Instructions for the task:
What follows is a block of records; reproduce all of it verbatim.
--- Source records Enclosed Below ---
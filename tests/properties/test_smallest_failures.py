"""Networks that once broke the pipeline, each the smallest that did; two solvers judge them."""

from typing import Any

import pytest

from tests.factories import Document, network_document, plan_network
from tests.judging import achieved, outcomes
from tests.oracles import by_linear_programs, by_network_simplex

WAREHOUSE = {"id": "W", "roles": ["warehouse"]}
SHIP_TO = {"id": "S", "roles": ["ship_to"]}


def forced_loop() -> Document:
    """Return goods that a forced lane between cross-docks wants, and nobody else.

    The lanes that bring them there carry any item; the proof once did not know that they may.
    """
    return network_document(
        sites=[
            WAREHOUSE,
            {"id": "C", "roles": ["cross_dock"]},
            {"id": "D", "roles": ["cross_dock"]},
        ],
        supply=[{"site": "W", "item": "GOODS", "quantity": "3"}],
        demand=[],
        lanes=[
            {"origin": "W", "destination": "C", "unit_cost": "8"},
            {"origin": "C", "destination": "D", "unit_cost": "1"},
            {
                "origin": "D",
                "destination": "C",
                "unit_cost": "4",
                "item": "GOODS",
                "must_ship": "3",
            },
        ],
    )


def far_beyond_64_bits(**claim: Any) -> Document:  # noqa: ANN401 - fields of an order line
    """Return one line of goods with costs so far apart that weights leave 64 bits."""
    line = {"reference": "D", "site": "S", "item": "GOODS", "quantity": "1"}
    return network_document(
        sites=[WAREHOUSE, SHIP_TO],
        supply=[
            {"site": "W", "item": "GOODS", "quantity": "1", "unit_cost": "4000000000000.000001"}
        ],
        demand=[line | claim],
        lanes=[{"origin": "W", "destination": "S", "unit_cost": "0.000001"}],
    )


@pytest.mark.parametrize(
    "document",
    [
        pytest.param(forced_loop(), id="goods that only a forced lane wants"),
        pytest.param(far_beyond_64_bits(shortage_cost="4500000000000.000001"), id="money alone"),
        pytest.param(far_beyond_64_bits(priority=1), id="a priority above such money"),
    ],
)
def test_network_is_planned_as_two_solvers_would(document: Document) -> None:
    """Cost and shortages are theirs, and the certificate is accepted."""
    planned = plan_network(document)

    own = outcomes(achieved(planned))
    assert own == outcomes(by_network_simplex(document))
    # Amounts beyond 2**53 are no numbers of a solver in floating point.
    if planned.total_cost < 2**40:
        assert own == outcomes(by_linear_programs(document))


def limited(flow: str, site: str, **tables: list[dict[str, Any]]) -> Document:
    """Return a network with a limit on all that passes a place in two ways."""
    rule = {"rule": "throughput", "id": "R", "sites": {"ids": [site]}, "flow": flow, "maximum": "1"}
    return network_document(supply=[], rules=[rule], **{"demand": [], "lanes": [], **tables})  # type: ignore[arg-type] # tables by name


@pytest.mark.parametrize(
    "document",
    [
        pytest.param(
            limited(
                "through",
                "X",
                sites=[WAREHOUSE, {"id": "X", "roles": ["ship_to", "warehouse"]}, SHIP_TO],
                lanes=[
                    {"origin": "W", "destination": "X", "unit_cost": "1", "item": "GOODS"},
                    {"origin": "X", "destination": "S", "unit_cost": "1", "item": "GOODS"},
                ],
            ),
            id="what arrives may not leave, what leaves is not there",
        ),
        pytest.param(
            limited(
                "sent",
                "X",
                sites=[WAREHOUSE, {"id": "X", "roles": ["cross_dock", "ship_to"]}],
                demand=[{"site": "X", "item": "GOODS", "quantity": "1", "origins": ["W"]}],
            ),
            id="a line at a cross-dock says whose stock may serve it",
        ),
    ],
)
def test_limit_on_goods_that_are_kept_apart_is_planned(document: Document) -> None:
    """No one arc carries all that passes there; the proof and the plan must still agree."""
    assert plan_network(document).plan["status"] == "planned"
--- End of Enclosed Source records ---
Expected output:
filename tests/properties/test_smallest_failures.py
"""Networks that once broke the pipeline, each the smallest that did; two solvers judge them."""

from typing import Any

import pytest

from tests.factories import Document, network_document, plan_network
from tests.judging import achieved, outcomes
from tests.oracles import by_linear_programs, by_network_simplex

WAREHOUSE = {"id": "W", "roles": ["warehouse"]}
SHIP_TO = {"id": "S", "roles": ["ship_to"]}


def forced_loop() -> Document:
    """Return goods that a forced lane between cross-docks wants, and nobody else.

    The lanes that bring them there carry any item; the proof once did not know that they may.
    """
    return network_document(
        sites=[
            WAREHOUSE,
            {"id": "C", "roles": ["cross_dock"]},
            {"id": "D", "roles": ["cross_dock"]},
        ],
        supply=[{"site": "W", "item": "GOODS", "quantity": "3"}],
        demand=[],
        lanes=[
            {"origin": "W", "destination": "C", "unit_cost": "8"},
            {"origin": "C", "destination": "D", "unit_cost": "1"},
            {
                "origin": "D",
                "destination": "C",
                "unit_cost": "4",
                "item": "GOODS",
                "must_ship": "3",
            },
        ],
    )


def far_beyond_64_bits(**claim: Any) -> Document:  # noqa: ANN401 - fields of an order line
    """Return one line of goods with costs so far apart that weights leave 64 bits."""
    line = {"reference": "D", "site": "S", "item": "GOODS", "quantity": "1"}
    return network_document(
        sites=[WAREHOUSE, SHIP_TO],
        supply=[
            {"site": "W", "item": "GOODS", "quantity": "1", "unit_cost": "4000000000000.000001"}
        ],
        demand=[line | claim],
        lanes=[{"origin": "W", "destination": "S", "unit_cost": "0.000001"}],
    )


@pytest.mark.parametrize(
    "document",
    [
        pytest.param(forced_loop(), id="goods that only a forced lane wants"),
        pytest.param(far_beyond_64_bits(shortage_cost="4500000000000.000001"), id="money alone"),
        pytest.param(far_beyond_64_bits(priority=1), id="a priority above such money"),
    ],
)
def test_network_is_planned_as_two_solvers_would(document: Document) -> None:
    """Cost and shortages are theirs, and the certificate is accepted."""
    planned = plan_network(document)

    own = outcomes(achieved(planned))
    assert own == outcomes(by_network_simplex(document))
    # Amounts beyond 2**53 are no numbers of a solver in floating point.
    if planned.total_cost < 2**40:
        assert own == outcomes(by_linear_programs(document))


def limited(flow: str, site: str, **tables: list[dict[str, Any]]) -> Document:
    """Return a network with a limit on all that passes a place in two ways."""
    rule = {"rule": "throughput", "id": "R", "sites": {"ids": [site]}, "flow": flow, "maximum": "1"}
    return network_document(supply=[], rules=[rule], **{"demand": [], "lanes": [], **tables})  # type: ignore[arg-type] # tables by name


@pytest.mark.parametrize(
    "document",
    [
        pytest.param(
            limited(
                "through",
                "X",
                sites=[WAREHOUSE, {"id": "X", "roles": ["ship_to", "warehouse"]}, SHIP_TO],
                lanes=[
                    {"origin": "W", "destination": "X", "unit_cost": "1", "item": "GOODS"},
                    {"origin": "X", "destination": "S", "unit_cost": "1", "item": "GOODS"},
                ],
            ),
            id="what arrives may not leave, what leaves is not there",
        ),
        pytest.param(
            limited(
                "sent",
                "X",
                sites=[WAREHOUSE, {"id": "X", "roles": ["cross_dock", "ship_to"]}],
                demand=[{"site": "X", "item": "GOODS", "quantity": "1", "origins": ["W"]}],
            ),
            id="a line at a cross-dock says whose stock may serve it",
        ),
    ],
)
def test_limit_on_goods_that_are_kept_apart_is_planned(document: Document) -> None:
    """No one arc carries all that passes there; the proof and the plan must still agree."""
    assert plan_network(document).plan["status"] == "planned"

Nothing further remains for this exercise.